• WHAT YOU WILL DO
State how many lines in the listing include the word "motions", and give no other text.

• GIVEN RECORDS
━━━━━━
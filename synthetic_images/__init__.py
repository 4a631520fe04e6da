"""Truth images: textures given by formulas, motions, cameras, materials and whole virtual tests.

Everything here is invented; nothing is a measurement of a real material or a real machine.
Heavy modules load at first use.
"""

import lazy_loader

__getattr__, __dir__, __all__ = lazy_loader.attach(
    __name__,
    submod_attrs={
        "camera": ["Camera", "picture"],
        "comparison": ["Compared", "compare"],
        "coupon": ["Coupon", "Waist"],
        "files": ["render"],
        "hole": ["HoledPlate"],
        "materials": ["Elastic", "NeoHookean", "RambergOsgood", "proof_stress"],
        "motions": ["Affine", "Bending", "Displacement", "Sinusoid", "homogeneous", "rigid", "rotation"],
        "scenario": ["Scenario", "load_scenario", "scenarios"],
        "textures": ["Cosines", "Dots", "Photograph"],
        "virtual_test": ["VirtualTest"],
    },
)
━━━━━━
• ANSWER TO THE PROBLEM
2